══ Supplied material

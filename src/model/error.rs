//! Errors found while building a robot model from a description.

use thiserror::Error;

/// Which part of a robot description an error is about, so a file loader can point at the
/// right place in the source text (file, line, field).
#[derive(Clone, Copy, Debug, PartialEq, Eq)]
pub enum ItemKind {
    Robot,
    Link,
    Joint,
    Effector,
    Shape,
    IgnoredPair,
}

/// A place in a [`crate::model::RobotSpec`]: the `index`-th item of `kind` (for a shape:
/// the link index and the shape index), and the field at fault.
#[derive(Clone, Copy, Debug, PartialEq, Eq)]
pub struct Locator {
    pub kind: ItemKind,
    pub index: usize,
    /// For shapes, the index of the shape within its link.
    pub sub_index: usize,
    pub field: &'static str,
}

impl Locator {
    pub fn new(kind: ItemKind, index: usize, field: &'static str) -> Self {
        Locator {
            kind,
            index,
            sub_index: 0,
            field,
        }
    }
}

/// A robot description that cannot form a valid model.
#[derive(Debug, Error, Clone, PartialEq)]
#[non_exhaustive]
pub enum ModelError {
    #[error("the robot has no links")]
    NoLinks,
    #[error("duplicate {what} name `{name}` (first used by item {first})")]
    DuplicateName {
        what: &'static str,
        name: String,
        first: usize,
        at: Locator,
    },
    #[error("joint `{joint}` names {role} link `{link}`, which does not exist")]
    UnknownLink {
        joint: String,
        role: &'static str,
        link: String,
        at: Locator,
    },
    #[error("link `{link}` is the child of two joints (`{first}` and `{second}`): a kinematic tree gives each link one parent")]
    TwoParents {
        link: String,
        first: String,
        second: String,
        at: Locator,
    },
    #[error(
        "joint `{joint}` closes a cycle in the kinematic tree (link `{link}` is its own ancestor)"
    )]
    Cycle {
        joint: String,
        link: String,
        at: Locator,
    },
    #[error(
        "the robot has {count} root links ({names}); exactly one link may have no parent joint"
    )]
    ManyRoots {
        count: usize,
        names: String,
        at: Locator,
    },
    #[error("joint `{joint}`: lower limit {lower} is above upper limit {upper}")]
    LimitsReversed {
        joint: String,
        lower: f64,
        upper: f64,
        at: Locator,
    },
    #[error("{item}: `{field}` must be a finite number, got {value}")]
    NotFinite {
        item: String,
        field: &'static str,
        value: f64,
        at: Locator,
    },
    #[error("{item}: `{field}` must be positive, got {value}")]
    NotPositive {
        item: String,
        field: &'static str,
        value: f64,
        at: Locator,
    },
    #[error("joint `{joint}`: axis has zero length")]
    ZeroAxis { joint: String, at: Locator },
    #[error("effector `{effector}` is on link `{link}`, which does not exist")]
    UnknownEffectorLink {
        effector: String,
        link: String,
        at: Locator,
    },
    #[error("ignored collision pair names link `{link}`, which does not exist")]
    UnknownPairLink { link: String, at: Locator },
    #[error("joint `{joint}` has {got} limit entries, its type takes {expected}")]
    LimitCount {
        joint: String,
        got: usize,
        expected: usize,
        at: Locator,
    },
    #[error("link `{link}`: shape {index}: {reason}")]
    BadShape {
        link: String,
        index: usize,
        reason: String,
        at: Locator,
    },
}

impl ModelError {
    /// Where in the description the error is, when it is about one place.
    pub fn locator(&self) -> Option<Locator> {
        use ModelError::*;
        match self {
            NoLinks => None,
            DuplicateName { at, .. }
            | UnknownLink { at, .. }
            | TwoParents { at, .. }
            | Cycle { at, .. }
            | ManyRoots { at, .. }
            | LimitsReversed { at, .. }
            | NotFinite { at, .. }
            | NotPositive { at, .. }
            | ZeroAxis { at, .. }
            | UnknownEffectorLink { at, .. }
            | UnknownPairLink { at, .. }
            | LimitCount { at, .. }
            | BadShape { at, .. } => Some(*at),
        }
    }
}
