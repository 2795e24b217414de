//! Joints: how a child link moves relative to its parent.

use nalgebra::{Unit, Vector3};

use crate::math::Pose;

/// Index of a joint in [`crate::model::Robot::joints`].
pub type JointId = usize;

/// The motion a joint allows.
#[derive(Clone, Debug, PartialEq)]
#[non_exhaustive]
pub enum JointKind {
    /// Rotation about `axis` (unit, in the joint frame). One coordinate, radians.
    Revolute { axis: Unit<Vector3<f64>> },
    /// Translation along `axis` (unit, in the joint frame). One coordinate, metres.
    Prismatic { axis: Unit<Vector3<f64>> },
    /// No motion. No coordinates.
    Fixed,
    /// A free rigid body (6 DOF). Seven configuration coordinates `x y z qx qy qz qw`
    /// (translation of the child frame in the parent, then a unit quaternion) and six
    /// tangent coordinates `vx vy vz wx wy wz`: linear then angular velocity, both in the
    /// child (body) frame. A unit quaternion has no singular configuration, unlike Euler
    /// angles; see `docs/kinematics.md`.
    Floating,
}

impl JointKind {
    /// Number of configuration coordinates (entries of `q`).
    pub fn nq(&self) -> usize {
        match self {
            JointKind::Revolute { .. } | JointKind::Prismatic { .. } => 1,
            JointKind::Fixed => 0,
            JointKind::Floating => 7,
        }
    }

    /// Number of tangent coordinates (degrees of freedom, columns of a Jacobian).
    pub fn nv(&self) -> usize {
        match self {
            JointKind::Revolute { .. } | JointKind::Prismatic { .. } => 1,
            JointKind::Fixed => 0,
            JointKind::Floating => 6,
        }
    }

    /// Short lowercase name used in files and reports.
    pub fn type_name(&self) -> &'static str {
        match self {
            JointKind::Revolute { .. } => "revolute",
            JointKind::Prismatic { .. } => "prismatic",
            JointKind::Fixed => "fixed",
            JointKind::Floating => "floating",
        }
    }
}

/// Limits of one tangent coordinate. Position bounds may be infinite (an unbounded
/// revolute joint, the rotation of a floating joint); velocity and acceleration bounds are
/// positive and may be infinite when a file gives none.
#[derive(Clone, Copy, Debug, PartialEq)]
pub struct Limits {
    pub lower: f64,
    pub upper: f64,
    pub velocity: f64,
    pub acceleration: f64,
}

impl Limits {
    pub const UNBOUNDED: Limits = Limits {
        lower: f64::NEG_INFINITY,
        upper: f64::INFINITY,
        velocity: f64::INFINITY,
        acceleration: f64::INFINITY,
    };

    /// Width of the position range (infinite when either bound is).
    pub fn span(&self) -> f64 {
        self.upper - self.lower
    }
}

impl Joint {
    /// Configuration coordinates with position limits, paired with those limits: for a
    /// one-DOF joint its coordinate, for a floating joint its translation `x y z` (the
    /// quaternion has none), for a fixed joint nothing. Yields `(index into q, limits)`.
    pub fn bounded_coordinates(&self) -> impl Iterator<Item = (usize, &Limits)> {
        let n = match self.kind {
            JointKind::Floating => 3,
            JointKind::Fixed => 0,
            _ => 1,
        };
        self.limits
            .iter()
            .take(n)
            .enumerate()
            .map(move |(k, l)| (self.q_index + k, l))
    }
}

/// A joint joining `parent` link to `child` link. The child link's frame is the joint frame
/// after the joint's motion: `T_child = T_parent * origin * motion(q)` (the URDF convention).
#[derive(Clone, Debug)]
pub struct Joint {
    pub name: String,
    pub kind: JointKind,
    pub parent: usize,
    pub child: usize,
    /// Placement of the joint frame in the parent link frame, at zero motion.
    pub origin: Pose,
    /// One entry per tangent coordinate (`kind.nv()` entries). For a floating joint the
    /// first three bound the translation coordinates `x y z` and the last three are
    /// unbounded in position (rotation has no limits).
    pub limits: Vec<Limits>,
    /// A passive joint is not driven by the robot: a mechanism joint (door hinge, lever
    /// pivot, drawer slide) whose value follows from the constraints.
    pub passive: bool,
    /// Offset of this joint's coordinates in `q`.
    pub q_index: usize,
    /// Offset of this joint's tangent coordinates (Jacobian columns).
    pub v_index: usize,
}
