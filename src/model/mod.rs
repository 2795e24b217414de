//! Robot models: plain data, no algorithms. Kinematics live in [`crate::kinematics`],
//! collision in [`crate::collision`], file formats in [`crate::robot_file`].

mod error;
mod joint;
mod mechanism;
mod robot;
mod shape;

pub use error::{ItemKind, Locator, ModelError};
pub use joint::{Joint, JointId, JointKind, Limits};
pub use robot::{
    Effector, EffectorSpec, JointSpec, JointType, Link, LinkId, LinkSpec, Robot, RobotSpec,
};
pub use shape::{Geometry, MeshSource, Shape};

════

Copy out every line of the entries where the string "frame" shows up.

    /// Rotation about `axis` (unit, in the joint frame). One coordinate, radians.
    /// Translation along `axis` (unit, in the joint frame). One coordinate, metres.
    /// (translation of the child frame in the parent, then a unit quaternion) and six
    /// child (body) frame. A unit quaternion has no singular configuration, unlike Euler
/// A joint joining `parent` link to `child` link. The child link's frame is the joint frame
    /// Placement of the joint frame in the parent link frame, at zero motion.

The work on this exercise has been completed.